--- Collected data ---
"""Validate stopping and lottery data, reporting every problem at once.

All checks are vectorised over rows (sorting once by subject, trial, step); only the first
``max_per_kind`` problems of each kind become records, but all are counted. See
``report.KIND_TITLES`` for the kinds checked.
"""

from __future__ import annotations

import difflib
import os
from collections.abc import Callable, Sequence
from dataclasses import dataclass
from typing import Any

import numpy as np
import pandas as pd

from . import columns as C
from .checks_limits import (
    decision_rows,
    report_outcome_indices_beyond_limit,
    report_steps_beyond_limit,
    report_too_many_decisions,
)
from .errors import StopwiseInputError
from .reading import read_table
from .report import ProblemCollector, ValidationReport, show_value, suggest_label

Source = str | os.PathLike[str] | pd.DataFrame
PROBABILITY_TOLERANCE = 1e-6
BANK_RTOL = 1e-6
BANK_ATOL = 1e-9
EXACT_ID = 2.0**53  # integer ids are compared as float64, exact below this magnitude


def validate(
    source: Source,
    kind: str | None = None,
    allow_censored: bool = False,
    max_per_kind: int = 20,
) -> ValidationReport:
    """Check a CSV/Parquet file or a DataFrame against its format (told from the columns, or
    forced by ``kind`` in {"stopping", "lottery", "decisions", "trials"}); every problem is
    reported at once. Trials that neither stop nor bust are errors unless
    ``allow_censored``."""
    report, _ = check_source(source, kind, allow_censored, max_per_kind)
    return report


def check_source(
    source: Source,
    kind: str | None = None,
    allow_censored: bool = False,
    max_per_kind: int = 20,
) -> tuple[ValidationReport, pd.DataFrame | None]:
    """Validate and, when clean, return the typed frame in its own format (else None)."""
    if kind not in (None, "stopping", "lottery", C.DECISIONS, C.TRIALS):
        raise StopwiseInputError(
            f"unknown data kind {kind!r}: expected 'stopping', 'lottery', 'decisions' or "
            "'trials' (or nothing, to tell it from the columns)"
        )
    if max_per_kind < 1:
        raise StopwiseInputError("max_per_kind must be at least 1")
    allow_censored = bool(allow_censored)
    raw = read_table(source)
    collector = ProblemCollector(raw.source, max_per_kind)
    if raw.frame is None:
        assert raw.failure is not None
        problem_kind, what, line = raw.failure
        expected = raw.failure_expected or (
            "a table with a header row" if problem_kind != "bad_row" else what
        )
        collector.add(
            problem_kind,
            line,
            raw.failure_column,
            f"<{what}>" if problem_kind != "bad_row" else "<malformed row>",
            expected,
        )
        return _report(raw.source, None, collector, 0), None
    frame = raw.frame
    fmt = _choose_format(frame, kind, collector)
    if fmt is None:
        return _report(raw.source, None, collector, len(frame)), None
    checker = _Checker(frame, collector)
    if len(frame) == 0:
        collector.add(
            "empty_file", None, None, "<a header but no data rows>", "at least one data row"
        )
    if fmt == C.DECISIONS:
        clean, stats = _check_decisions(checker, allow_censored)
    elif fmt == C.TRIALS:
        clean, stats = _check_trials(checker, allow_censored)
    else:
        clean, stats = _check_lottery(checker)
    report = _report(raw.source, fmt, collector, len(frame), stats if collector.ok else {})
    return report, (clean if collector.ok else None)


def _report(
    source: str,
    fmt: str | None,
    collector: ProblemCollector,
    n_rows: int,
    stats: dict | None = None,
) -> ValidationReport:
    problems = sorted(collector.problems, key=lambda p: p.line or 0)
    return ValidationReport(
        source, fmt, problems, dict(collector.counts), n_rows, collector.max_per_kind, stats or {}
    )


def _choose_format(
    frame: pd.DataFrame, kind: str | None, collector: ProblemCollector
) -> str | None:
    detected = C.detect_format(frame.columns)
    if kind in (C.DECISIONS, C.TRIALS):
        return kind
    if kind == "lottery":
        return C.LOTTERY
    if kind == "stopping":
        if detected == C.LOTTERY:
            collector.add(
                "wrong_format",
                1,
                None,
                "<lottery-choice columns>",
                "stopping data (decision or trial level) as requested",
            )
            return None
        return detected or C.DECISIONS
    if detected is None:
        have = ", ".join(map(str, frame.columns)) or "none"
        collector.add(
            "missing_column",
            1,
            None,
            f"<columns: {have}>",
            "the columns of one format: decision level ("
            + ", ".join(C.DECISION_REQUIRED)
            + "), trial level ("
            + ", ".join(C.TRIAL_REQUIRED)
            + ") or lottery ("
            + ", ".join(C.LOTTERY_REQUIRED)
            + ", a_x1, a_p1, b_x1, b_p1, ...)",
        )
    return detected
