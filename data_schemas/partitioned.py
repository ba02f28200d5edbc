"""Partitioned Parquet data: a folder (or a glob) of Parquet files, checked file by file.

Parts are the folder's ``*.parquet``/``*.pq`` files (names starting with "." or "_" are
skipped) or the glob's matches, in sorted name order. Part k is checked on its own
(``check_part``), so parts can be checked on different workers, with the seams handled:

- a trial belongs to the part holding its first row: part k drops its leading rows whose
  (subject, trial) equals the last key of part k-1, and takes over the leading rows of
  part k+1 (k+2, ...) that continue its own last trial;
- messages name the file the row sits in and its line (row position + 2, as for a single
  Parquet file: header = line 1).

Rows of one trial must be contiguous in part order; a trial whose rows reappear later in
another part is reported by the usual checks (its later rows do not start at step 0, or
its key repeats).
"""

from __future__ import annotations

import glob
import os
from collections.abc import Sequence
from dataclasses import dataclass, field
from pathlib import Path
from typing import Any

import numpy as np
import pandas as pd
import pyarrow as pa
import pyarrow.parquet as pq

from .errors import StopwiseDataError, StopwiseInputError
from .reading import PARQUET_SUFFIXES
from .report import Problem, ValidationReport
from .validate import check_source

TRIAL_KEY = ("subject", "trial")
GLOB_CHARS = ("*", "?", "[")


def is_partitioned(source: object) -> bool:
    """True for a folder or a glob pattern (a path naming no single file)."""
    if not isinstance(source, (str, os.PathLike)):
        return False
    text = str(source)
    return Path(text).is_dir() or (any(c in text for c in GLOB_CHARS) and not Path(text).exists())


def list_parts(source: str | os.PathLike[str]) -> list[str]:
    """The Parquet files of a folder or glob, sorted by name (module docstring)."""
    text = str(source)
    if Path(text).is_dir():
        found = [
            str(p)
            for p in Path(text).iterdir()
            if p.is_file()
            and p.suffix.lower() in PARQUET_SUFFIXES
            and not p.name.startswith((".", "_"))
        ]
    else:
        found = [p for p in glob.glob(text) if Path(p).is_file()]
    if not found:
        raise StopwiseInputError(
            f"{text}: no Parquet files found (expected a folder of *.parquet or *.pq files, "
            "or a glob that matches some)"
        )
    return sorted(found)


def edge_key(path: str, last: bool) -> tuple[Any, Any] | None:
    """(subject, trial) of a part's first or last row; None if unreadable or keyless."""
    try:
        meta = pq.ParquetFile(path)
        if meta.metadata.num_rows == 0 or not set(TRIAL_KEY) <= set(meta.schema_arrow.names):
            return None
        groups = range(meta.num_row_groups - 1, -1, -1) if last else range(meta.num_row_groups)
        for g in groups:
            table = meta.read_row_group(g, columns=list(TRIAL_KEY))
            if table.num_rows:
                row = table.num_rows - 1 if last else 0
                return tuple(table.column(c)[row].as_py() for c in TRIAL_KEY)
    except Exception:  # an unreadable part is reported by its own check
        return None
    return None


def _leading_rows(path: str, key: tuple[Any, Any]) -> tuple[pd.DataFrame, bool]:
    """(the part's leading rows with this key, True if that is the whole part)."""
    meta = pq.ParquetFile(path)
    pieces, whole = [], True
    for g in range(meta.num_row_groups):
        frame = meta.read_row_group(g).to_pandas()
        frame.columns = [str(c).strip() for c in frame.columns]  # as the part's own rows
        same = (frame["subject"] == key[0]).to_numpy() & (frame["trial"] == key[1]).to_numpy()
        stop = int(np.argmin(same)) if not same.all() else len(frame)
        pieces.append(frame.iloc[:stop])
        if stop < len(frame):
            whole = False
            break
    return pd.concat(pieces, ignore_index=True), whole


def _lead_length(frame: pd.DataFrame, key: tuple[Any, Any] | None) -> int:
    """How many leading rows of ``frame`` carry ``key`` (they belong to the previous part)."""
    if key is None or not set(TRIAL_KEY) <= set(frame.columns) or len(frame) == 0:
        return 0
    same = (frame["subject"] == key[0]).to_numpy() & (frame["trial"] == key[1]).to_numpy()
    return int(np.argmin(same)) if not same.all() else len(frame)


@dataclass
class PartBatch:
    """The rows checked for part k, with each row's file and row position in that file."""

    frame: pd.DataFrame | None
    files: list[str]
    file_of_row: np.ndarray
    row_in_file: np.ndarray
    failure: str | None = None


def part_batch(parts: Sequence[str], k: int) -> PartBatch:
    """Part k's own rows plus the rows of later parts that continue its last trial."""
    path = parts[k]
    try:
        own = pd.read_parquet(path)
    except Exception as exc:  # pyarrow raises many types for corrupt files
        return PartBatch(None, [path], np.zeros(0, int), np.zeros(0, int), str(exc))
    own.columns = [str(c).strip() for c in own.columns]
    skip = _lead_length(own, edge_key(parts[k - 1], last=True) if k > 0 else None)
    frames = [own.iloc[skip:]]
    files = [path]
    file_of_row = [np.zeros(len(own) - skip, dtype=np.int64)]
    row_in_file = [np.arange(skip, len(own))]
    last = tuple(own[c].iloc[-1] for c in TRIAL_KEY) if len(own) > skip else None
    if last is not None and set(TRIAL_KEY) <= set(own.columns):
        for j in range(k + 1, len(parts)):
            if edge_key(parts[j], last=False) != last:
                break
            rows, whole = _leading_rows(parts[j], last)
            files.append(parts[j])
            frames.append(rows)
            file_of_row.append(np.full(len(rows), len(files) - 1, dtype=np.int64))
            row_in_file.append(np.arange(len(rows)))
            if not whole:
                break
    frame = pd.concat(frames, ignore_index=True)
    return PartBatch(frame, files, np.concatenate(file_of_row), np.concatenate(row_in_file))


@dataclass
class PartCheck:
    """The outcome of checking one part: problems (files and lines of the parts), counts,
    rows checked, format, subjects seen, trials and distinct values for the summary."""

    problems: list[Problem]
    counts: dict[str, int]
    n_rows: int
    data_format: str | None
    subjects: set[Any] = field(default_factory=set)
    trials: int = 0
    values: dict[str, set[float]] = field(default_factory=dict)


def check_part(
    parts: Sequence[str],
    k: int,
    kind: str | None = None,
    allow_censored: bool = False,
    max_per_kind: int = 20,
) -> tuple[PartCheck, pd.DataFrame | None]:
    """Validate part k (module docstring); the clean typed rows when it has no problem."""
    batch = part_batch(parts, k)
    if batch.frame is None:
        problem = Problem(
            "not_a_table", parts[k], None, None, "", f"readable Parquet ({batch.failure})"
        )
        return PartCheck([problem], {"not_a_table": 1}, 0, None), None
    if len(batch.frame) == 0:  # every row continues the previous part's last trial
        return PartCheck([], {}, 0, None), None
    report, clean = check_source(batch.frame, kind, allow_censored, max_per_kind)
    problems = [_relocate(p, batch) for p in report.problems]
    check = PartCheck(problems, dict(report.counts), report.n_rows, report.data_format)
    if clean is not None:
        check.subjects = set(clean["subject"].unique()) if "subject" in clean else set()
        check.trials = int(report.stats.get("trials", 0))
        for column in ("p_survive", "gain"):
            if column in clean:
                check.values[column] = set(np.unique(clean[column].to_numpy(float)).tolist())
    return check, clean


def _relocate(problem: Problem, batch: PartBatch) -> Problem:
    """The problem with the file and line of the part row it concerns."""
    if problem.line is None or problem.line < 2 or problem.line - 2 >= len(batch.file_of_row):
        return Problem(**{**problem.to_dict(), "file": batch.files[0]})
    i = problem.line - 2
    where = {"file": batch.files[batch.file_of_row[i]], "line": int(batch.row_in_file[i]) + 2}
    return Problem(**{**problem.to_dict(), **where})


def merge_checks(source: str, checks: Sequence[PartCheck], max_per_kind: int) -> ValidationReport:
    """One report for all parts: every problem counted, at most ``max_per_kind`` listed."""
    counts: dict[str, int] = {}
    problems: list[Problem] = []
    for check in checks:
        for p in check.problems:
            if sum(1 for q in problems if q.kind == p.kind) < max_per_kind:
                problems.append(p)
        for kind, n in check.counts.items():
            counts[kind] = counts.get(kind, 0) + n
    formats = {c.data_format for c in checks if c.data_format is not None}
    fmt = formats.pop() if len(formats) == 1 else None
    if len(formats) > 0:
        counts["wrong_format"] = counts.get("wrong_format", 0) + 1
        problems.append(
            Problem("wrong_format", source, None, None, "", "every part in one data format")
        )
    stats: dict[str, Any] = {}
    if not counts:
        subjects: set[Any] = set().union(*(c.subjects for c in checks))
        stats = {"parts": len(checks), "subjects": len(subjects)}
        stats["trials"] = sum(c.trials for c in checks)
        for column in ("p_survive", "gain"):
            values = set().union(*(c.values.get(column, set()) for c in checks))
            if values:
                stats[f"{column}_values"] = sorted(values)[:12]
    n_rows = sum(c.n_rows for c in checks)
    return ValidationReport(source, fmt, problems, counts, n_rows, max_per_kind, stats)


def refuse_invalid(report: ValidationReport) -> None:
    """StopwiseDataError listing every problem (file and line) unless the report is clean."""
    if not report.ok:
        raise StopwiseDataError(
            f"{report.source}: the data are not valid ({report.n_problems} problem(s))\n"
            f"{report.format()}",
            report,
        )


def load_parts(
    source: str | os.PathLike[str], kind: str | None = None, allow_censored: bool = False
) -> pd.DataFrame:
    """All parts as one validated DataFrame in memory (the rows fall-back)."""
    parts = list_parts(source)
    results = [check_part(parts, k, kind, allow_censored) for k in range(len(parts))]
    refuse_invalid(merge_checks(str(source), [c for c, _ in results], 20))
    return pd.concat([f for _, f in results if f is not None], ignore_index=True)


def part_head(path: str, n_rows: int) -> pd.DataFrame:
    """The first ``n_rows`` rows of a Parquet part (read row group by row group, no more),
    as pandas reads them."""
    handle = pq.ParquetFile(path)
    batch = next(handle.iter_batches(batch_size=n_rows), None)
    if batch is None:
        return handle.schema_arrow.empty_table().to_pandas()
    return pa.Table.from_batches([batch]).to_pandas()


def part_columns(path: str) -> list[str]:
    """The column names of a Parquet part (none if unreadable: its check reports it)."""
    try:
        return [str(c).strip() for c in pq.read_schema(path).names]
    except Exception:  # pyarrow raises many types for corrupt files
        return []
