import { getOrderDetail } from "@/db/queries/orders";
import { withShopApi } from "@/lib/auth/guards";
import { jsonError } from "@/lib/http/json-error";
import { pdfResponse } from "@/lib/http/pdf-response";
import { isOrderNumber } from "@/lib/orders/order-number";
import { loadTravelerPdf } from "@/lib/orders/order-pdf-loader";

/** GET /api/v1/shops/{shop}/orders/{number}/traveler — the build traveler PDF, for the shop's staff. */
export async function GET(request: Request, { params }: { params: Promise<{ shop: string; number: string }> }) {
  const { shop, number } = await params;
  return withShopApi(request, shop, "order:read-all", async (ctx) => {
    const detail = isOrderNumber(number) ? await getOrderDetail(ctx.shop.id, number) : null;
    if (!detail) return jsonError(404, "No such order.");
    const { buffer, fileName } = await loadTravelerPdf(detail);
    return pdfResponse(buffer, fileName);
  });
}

--- DIRECTIONS ---
Report each line in the entries where the string "folder" occurs.

--- EXERCISE OUTPUT ---
"""Partitioned Parquet data: a folder (or a glob) of Parquet files, checked file by file.
Parts are the folder's ``*.parquet``/``*.pq`` files (names starting with "." or "_" are
    """True for a folder or a glob pattern (a path naming no single file)."""
    """The Parquet files of a folder or glob, sorted by name (module docstring)."""
            f"{text}: no Parquet files found (expected a folder of *.parquet or *.pq files, "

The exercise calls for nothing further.